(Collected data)
◆ ◆ ◆ ◆ ◆ ◆ ◆

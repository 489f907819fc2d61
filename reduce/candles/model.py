"""The type Ia model: absolute magnitudes, templates, K-corrections, dust and scatter from ``tables/``.

    m_X(t) = mu + M_X(D) + T_X(p, D) + K_X(z, p) + R_X(z) E_host + Rmw_X E_MW,    p = (t - t_max)/(1 + z)

``tables/README.md`` says where the tables come from.
"""

from __future__ import annotations

import json
import math
from collections.abc import Collection, Mapping
from dataclasses import dataclass, replace
from functools import cache
from importlib.resources import files
from typing import Any

import numpy as np
from scipy.interpolate import RectBivariateSpline

from reduce.records import Floats

BandRows = tuple[tuple[str, slice], ...]
"""Bands of an array of points that is ordered by band, then time, with the rows of each."""

FIRST_PHASE, LAST_PHASE = -13.0, 70.0
"""Points are used between these rest-frame days."""
BEFORE_SLOPE, AFTER_SLOPE = 0.15, 0.02
"""Linear continuation outside the tables, mag per day; only met while t_max is still being looked for."""
BEFORE_SCATTER, AFTER_SCATTER = 0.08, 0.01
"""What that continuation adds to the scatter, mag per day."""


@dataclass(frozen=True)
class Prior:
    """Two-piece normal prior of the decline rate, and the exponential scale of host dust."""

    dm15_mode: float
    dm15_sigma_low: float
    dm15_sigma_high: float
    dm15_range: tuple[float, float]
    e_host_scale: float

    def ln_dm15(self, dm15: Floats) -> Floats:
        """Log prior of Δm15, up to a constant."""
        x = dm15 - self.dm15_mode
        return -0.5 * np.where(x < 0, x / self.dm15_sigma_low, x / self.dm15_sigma_high) ** 2


@dataclass(frozen=True)
class Scatter:
    """How far real supernovae differ from the templates (mag)."""

    grey: float
    colour: Mapping[str, float]
    correlation_days: float
    between_bands: float
    nugget: float
    zero_point: float


@dataclass(frozen=True)
class Validity:
    """Ranges that were calibrated."""

    dm15: tuple[float, float]
    e_host_most: float


@dataclass(frozen=True)
class TypeIaModel:
    """The tables as functions; build it with `type_ia_model`."""

    bands: tuple[str, ...]
    phases: Floats
    """Tabulated rest-frame days, 1 d apart."""
    dm15_nodes: Floats
    templates: Mapping[str, Floats]
    """Band → T of shape (phase, Δm15)."""
    splines: Mapping[str, RectBivariateSpline]
    template_scatter: Mapping[str, Floats]
    k_splines: Mapping[str, RectBivariateSpline]
    absolute_coefficients: Mapping[str, tuple[float, ...]]
    host_coefficients: Mapping[str, tuple[float, float]]
    mw_coefficients: Mapping[str, float]
    prior: Prior
    scatter: Scatter
    validity: Validity

    def without(self, priors: Collection[str]) -> TypeIaModel:
        """The same model with some of `assumptions.PRIORS` switched off: dust, Δm15 flat, no grey scatter."""
        prior, scatter = self.prior, self.scatter
        if "dust" in priors:
            prior = replace(prior, e_host_scale=math.inf)
        if "dm15" in priors:
            prior = replace(prior, dm15_sigma_low=math.inf, dm15_sigma_high=math.inf)
        if "grey" in priors:
            scatter = replace(scatter, grey=0.0)
        return replace(self, prior=prior, scatter=scatter)

    def absolute_mag(self, band: str, dm15: Floats | float) -> Floats:
        """M_X at the time of B maximum, without host dust, on H0 = 73.04."""
        coefficients = self.absolute_coefficients[band]
        return np.asarray(np.polynomial.polynomial.polyval(np.asarray(dm15) - 1.1, coefficients), float)

    def k_correction(self, band: str, z: float, phase: Floats) -> Floats:
        """K_X(z, phase) in mag, observed minus rest; held at the ends of the table."""
        return np.asarray(self.k_splines[band](np.full(phase.shape, z), phase, grid=False), np.float64)

    def host_coefficient(self, band: str, z: float) -> float:
        """Extinction in band X per mag of host E(B-V)."""
        constant, slope = self.host_coefficients[band]
        return constant + slope * z

    def standard_mag(self, band: str, phase: Floats, dm15: Floats, z: float) -> Floats:
        """M_X(D) + T_X(p, D) + K_X(z, p), shape (phase, Δm15); both arguments must ascend."""
        inside = np.clip(phase, self.phases[0], self.phases[-1])
        outside = BEFORE_SLOPE * np.maximum(self.phases[0] - phase, 0.0)
        outside += AFTER_SLOPE * np.maximum(phase - self.phases[-1], 0.0)
        by_phase = self.k_correction(band, z, inside) + outside
        shape = np.asarray(self.splines[band](inside, dm15), float)
        mag: Floats = shape + self.absolute_mag(band, dm15)[None, :] + by_phase[:, None]
        return mag

    def standard_mags(self, bands: BandRows, phase: Floats, dm15: Floats, z: float) -> Floats:
        """`standard_mag` for points of several bands, shape (points, Δm15)."""
        out = np.empty((len(phase), len(dm15)))
        for band, rows in bands:
            out[rows] = self.standard_mag(band, phase[rows], dm15, z)
        return out

    def shape_scatter(self, bands: BandRows, phase: Floats) -> Floats:
        """Template scatter σ_X(p) of each point, mag."""
        sigma = np.empty(len(phase))
        for band, rows in bands:
            sigma[rows] = np.interp(phase[rows], self.phases, self.template_scatter[band])
        sigma += BEFORE_SCATTER * np.maximum(self.phases[0] - phase, 0.0)
        sigma += AFTER_SCATTER * np.maximum(phase - self.phases[-1], 0.0)
        return sigma


def _rows(name: str, fields: list[tuple[str, str]]) -> Any:
    text = (files("reduce.candles") / "tables" / name).read_text(encoding="utf-8")
    body = [line for line in text.splitlines() if not line.startswith("#")][1:]
    return np.loadtxt(body, dtype=fields)


@cache
def type_ia_model() -> TypeIaModel:
    """The model of the shipped tables, read once a process."""
    text = (files("reduce.candles") / "tables" / "type_ia_params.json").read_text(encoding="utf-8")
    params = json.loads(text)
    bands: tuple[str, ...] = tuple(params["bands"])
    table = _rows(
        "type_ia_templates.ecsv",
        [("band", "U1"), ("dm15", "f8"), ("phase", "f8"), ("T", "f8"), ("sigma", "f8")],
    )
    k_table = _rows("k_corrections.ecsv", [("band", "U1"), ("z", "f8"), ("phase", "f8"), ("K", "f8")])
    dm15, phases = np.unique(table["dm15"]), np.unique(table["phase"])
    z, k_phases = np.unique(k_table["z"]), np.unique(k_table["phase"])
    templates, sigma, k_values = {}, {}, {}
    for band in bands:
        rows = table[table["band"] == band]
        templates[band] = np.ascontiguousarray(rows["T"].reshape(len(dm15), len(phases)).T)
        sigma[band] = np.array(rows["sigma"][: len(phases)])
        k_values[band] = k_table[k_table["band"] == band]["K"].reshape(len(z), len(k_phases))
    scatter, dust, prior = params["scatter"], params["host_dust"], params["dm15_prior"]
    valid = params["validity"]
    return TypeIaModel(
        bands=bands,
        phases=phases,
        dm15_nodes=dm15,
        templates=templates,
        splines={band: RectBivariateSpline(phases, dm15, templates[band]) for band in bands},
        template_scatter=sigma,
        k_splines={band: RectBivariateSpline(z, k_phases, k_values[band], kx=1, ky=1) for band in bands},
        absolute_coefficients={band: tuple(params["M_abs"]["coef"][band]) for band in bands},
        host_coefficients={band: (dust["R"][band], dust["dR_dz"][band]) for band in bands},
        mw_coefficients={band: params["mw_dust"]["R"][band] for band in bands},
        prior=Prior(
            prior["mode"],
            prior["sigma_low"],
            prior["sigma_high"],
            (prior["lo"], prior["hi"]),
            dust["prior_scale"],
        ),
        scatter=Scatter(
            scatter["grey"],
            scatter["colour"],
            scatter["corr_days"],
            scatter["corr_between_bands"],
            scatter["nugget"],
            scatter["zp_error"],
        ),
        validity=Validity((valid["dm15"][0], valid["dm15"][1]), valid["E_host"][1]),
    )
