"""Light curves to distances."""
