"""Distance of a type Ia supernova from its light curve (decline-rate relation: Phillips 1993, 1999)."""

from __future__ import annotations

import math
from dataclasses import replace

import numpy as np

from reduce.candles.budget import budget, total_error
from reduce.candles.cautions import cautions, input_cautions
from reduce.candles.distance import MODEL_H0, h0_magnitude_shift
from reduce.candles.drawing import fit_curves, fit_points, peak_mags
from reduce.candles.model import FIRST_PHASE, LAST_PHASE, TypeIaModel, type_ia_model
from reduce.candles.points import LEAST_SNR, select
from reduce.candles.posterior import Data
from reduce.candles.reddening import to_sf11
from reduce.candles.search import LEAST_POINTS
from reduce.candles.solve import Solved, separate_maxima, solve
from reduce.records import Estimate, LightCurve, Target

LARGEST_FIT_ERROR = 0.3
"""Beyond it the posterior has several peaks or no shape: no distance is quoted."""
HOPELESS_CHI2 = 20.0
"""χ² per point from which nothing about the fit can be believed."""
LARGEST_T_MAX_ERROR_BEFORE = 2.0
"""Days; a maximum that is still to come must be known this well."""
OTHER_Z = 0.02
NO_RISE_T_MAX_ERROR_D = 0.5
"""Added in quadrature to the error of t_max when no point precedes maximum, rest-frame days.

Measured on 131 supernovae of the public nearby samples whose light curves were cut to begin at 0 to +20 d:
t_max differed from that of the whole light curve by 1.2 to 1.6 times its formal error, an excess of 0.4 to
0.8 d.
"""


def fit(curve: LightCurve, target: Target, *, h0: float = MODEL_H0) -> Estimate:
    """Fit time of maximum, decline rate, host dust and distance modulus, without a starting guess.

    Parameters
    ----------
    curve
        Standard-system points, not dereddened, observer's frame.
    target
        Gives redshift and Milky Way reddening; unknown ones are named in the warnings, never taken as known.
    h0
        Scale of μ, km/s/Mpc.

    Returns
    -------
    Estimate
        ``mu`` is None when the data cannot tell yet and ``verdict`` says why.
    """
    model = type_ia_model()
    scale = _scale(h0)
    data = _data(curve, target, model)
    if len(data.mags) < LEAST_POINTS:
        why = (
            f"cannot tell yet: {len(data.mags)} usable points with S/N of {LEAST_SNR:.0f} or more in "
            f"{' '.join(model.bands)}, at least {LEAST_POINTS} are needed."
        )
        return _nothing(curve, target, why, scale, model)
    solved = solve(data)
    if solved is None:
        why = (
            f"cannot tell: fewer than {LEAST_POINTS} points lie within {FIRST_PHASE:.0f} to "
            f"+{LAST_PHASE:.0f} d of any maximum, or all were rejected."
        )
        return _nothing(curve, target, why, scale, model)
    return _estimate(curve, target, solved, h0)


def _data(curve: LightCurve, target: Target, model: TypeIaModel) -> Data:
    ebv = 0.0 if target.ebv_mw is None else to_sf11(target.ebv_mw, target.ebv_scale)
    mags, fluxes = select(curve, model)
    dust = np.array([model.mw_coefficients[band] for band in mags.band.tolist()])
    return Data(replace(mags, value=mags.value - dust * ebv), fluxes, target.z or 0.0, ebv, model)


def _scale(h0: float) -> str:
    if h0 == MODEL_H0:
        return f"H0 = {h0:.2f} km/s/Mpc (Cepheid anchor of the model)"
    shift = h0_magnitude_shift(h0, MODEL_H0)
    return f"H0 = {h0:.2f} km/s/Mpc (μ moved by {shift:+.3f} mag from the model's {MODEL_H0})"


def _nothing(curve: LightCurve, target: Target, why: str, scale: str, model: TypeIaModel) -> Estimate:
    return Estimate(
        target=target.name, kind="type_ia", mu=None, mu_err=None, mu_err_fit=None, t_max=None, t_max_err=None,
        dm15=None, dm15_err=None, e_host=None, e_host_err=None, chi2=None, n=0, verdict=why, scale=scale,
        warnings=tuple(input_cautions(curve, target, model.bands)),
    )  # fmt: skip


def _why_not(solved: Solved) -> str | None:
    """The sentence that withholds μ, or None when it can be quoted."""
    sigma, t_err = float(solved.err[0]), float(solved.err[2])
    maxima = separate_maxima(solved.nodes)
    last = float(solved.system.points.mjd.max())
    t_max = float(solved.mean[2])
    per_point = solved.chi2 / len(solved.system)
    if per_point > HOPELESS_CHI2:
        return f"cannot tell: no normal type Ia varies like this (χ² is {per_point:.0f} per point)."
    if len(maxima) > 1:
        times = " and ".join(f"{time:.1f}" for time in sorted(maxima[:2]))
        return f"cannot tell yet: maximum light at MJD {times} both fit the points."
    if t_max > last and t_err > LARGEST_T_MAX_ERROR_BEFORE:
        return f"cannot tell yet: maximum is still to come, about MJD {t_max:.0f} ± {t_err:.1f}."
    if sigma > LARGEST_FIT_ERROR:
        return f"cannot tell yet: the points leave μ uncertain by {sigma:.2f} mag."
    return None


def _redshift_error(solved: Solved, target: Target) -> float | None:
    """Change of μ if an unknown redshift were 0.02 instead of 0 (K-correction and time dilation)."""
    if target.z is not None:
        return None
    other = solve(replace(solved.data, z=OTHER_Z))
    return LARGEST_FIT_ERROR if other is None else abs(float(other.mean[0] - solved.mean[0]))


def _estimate(curve: LightCurve, target: Target, solved: Solved, h0: float) -> Estimate:
    mu, e, t_max, dm15 = (float(value) for value in solved.mean)
    _, e_err, t_err, dm15_err = (float(value) for value in solved.err)
    if solved.system.points.mjd.min() > t_max:
        t_err = math.hypot(t_err, NO_RISE_T_MAX_ERROR_D * (1.0 + solved.data.z))
    why = _why_not(solved)
    estimate = Estimate(
        target=target.name, kind="type_ia", mu=None, mu_err=None, mu_err_fit=None,
        t_max=t_max, t_max_err=t_err,
        dm15=dm15, dm15_err=dm15_err, e_host=e, e_host_err=e_err, chi2=solved.chi2, n=len(solved.system),
        verdict=why or "μ stands", scale=_scale(h0), warnings=cautions(curve, target, solved),
        curves=fit_curves(solved), points=fit_points(solved), peak_mag=peak_mags(solved),
    )  # fmt: skip
    if why is not None:
        return estimate
    lines = budget(solved, target, _redshift_error(solved, target))
    whole = total_error(lines)
    without_grey = total_error(line for line in lines if line.component != "intrinsic scatter")
    shifted = mu + h0_magnitude_shift(h0, MODEL_H0)
    return replace(estimate, mu=shifted, mu_err=whole, mu_err_fit=without_grey, budget=lines)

◆ ◆ ◆ ◆ ◆ ◆ ◆

◆ What the task asks
Please give again the lines above between the line holding "any maximum, or" and the line holding "time in sorted(maxima[:2]))", inclusive, exactly as they are and with nothing added.

◆ Result of the task
            f"+{LAST_PHASE:.0f} d of any maximum, or all were rejected."
        )
        return _nothing(curve, target, why, scale, model)
    return _estimate(curve, target, solved, h0)


def _data(curve: LightCurve, target: Target, model: TypeIaModel) -> Data:
    ebv = 0.0 if target.ebv_mw is None else to_sf11(target.ebv_mw, target.ebv_scale)
    mags, fluxes = select(curve, model)
    dust = np.array([model.mw_coefficients[band] for band in mags.band.tolist()])
    return Data(replace(mags, value=mags.value - dust * ebv), fluxes, target.z or 0.0, ebv, model)


def _scale(h0: float) -> str:
    if h0 == MODEL_H0:
        return f"H0 = {h0:.2f} km/s/Mpc (Cepheid anchor of the model)"
    shift = h0_magnitude_shift(h0, MODEL_H0)
    return f"H0 = {h0:.2f} km/s/Mpc (μ moved by {shift:+.3f} mag from the model's {MODEL_H0})"


def _nothing(curve: LightCurve, target: Target, why: str, scale: str, model: TypeIaModel) -> Estimate:
    return Estimate(
        target=target.name, kind="type_ia", mu=None, mu_err=None, mu_err_fit=None, t_max=None, t_max_err=None,
        dm15=None, dm15_err=None, e_host=None, e_host_err=None, chi2=None, n=0, verdict=why, scale=scale,
        warnings=tuple(input_cautions(curve, target, model.bands)),
    )  # fmt: skip


def _why_not(solved: Solved) -> str | None:
    """The sentence that withholds μ, or None when it can be quoted."""
    sigma, t_err = float(solved.err[0]), float(solved.err[2])
    maxima = separate_maxima(solved.nodes)
    last = float(solved.system.points.mjd.max())
    t_max = float(solved.mean[2])
    per_point = solved.chi2 / len(solved.system)
    if per_point > HOPELESS_CHI2:
        return f"cannot tell: no normal type Ia varies like this (χ² is {per_point:.0f} per point)."
    if len(maxima) > 1:
        times = " and ".join(f"{time:.1f}" for time in sorted(maxima[:2]))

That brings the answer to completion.